[jboss-as7-dev] Switch to use TransactionSynchronizationRegistry.registerInterposedSynchronization?

Scott Marlow smarlow at redhat.com
Tue Jun 7 10:59:03 EDT 2011


On 06/02/2011 09:23 AM, Jonathan Halliday wrote:
>
> On 06/02/2011 01:41 PM, Scott Marlow wrote:
>
>> My understanding of "Too late in the game", would be attempting to
>> register the sync after commit has been called to start ending the
>> transaction.
>
> That's not quite right and indeed the trouble we're seeing stems from
> Synchronizations that (indirectly) register other Synchronizations from
> within beforeCompletion i.e. at a point in time after commit() is called
> by the app or container and the transaction manager has thus begun tx
> termination processing, of which beforeCompletion calls are one of the
> early parts.
>
> Since the tx is technically still active during beforeCompletion, it is
> legitimate for beforeCompletions to call registerSynchronization or
> registerInterposedSynchronization. Prior to the introduction of the
> latter method in JTA 1.1 that was the end of the story - newly
> registered Syncs just got tacked onto the end of the pending list and
> the beforeCompletion phase continued to run until no new ones were
> registered. Registration order determined call order, although that's
> not a JTA requirement, just an impl detail.
>
> With JTA 1.1 there is now a spec defined partial order for
> Synchronizations which differs from registration order, so in some cases
> we can't simply tack newly registered ones onto the list - we're passed
> the point at which we would call them and so we reject the registration.
>
> A beforeCompletion can only register a Sync only if it would be ordered
> after the one that's currently executing. Technically this is true even
> within Sync types, but it only manifests as a problem between types
> (interposed/non-interposed) as we take care of the ordering between
> instances of the same type internally in the tx code - you can't
> override that bit through the JTA api.


I'm trying to understand what the registerInterposedSynchronization 
"special ordering semantics" means.  I understand it at least means, 
that registerInterposedSynchronization syncs run after 
registerSynchronization syncs.  Does it also mean that the 
registerInterposedSynchronization syncs are (creation) ordered as well?
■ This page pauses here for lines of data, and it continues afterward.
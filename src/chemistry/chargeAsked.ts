import { type Fault, fault, replacement } from "../contract/problem.js";
import { elementName, elementOf } from "./element.js";
import { chargeText } from "./formula.js";
import { anions, cations, otherIons } from "./handbook/ions.js";

/**
 * The question about a digit before a bare sign: `Fe3+` is Fe^3+ or Fe3^+. `body` is the formula before the sign,
 * `digits` its last digits, `signs` the bare signs, `end` where they end. The likelier reading stands first: the one
 * that is a known ion; else the digit is the charge of a single element and the last of several digits.
 */
export function chargeAsked(body: string, digits: string, signs: string, end: number): Fault {
  const stem = body.slice(0, body.length - digits.length);
  const direction = signs.startsWith("-") ? -1 : 1;
  const asCharge = reading(stem + digits.slice(0, -1), direction * Number(digits.slice(-1)));
  const asCount = reading(body, direction * signs.length);
  const both = chargeFirst(asCharge, asCount, stem, digits) ? [asCharge, asCount] : [asCount, asCharge];
  const [first, second] = both.map(({ words }) => words);
  const span = { start: 0, end };
  const mends = both.map(({ form }) => replacement(span, form));
  return fault("charge-ambiguous", { text: body + signs, first: first ?? "", second: second ?? "" }, span, mends);
}

interface Reading {
  readonly form: string;
  readonly words: string;
  /** place in the tables of known ions; -1 where it is in none */
  readonly known: number;
}

const ions = [...cations, ...anions, ...otherIons];
const forms = ions.map(({ body, charge }) => body + chargeText(charge));

function reading(body: string, charge: number): Reading {
  const form = body + chargeText(charge);
  const known = forms.indexOf(form);
  const name = ions[known]?.name ?? inWords(body, charge);
  return { form, known, words: name === null ? form : `${name}, ${form}` };
}

function chargeFirst(asCharge: Reading, asCount: Reading, stem: string, digits: string): boolean {
  if (asCharge.known >= 0 && asCount.known >= 0) return asCharge.known < asCount.known;
  if (asCharge.known >= 0 || asCount.known >= 0) return asCharge.known >= 0;
  return elementOf(stem) !== null || digits.length > 1;
}

const roman = ["", "I", "II", "III", "IV", "V", "VI", "VII", "VIII", "IX"];
const numbers = ["", "one", "two", "three", "four", "five", "six", "seven", "eight", "nine"];

/** `iron(III)` and `three irons`; null for what has no such words. */
function inWords(body: string, charge: number): string | null {
  const [, symbol = "", count = ""] = /^([A-Z][a-z]?)(\d*)$/.exec(body) ?? [];
  if (elementOf(symbol) === null) return null;
  const element = elementName(symbol);
  if (count === "") return charge > 0 ? `${element}(${roman[charge] ?? charge})` : null;
  const many = /[ys]$|ese$/.test(element) ? `${element} atoms` : `${element}s`;
  return `${numbers[Number(count)] ?? count} ${many}`;
}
Internally, do we currently use a (creation) ordered list for the 
registerInterposedSynchronization?  I'm not asking to change the 
contract, just trying to understand more.

>
> So, the rule for activity in beforeCompletion is:
>
> - a Sync registered via registerSynchronization may call either
> registerSynchronization or registerInterposedSynchronization.
>
> - a Sync registered via registerInterposedSynchronization may call only
> registerInterposedSynchronization.
>
> Thus hibernate (interposed) can't call the JCA (non-interposed) to get a
> db connection. But it could call registerInterposedSynchronization,
> which is basically why there is now a more to convert everything that it
> may call to use interposed syncs. That escalation may not necessarily be
> the best long term move, as it leaves you with a problem if you wind up
> needing a yet tighter defined ordering equivalent to
> registerInterposedInterposed...
>
> Jonathan.
>
>>
>> Note from Jonathan Halliday about the same:
>> "
>> per the JTA spec, interposed Synchronizations must be called after
>> non-interposed ones. Since hibernate is using interposed
>> Synchronizations, the tx has already passed the point at which it can
>> call non-interposed Synchronizations. Therefore it does not allow them
>> to be registered, on the basis that there needs to be some way to spot
>> that they are not going to get called, otherwise you'd spend hours
>> scratching your head and wondering why the Synchronization was not
>> getting invoked. There is a corner case where you don't give a toss
>> about beforeCompletion and want the Synchronization only for
>> afterCompletion, but there is no way in the API to indicate that so we
>> play it safe and disallow uniformly.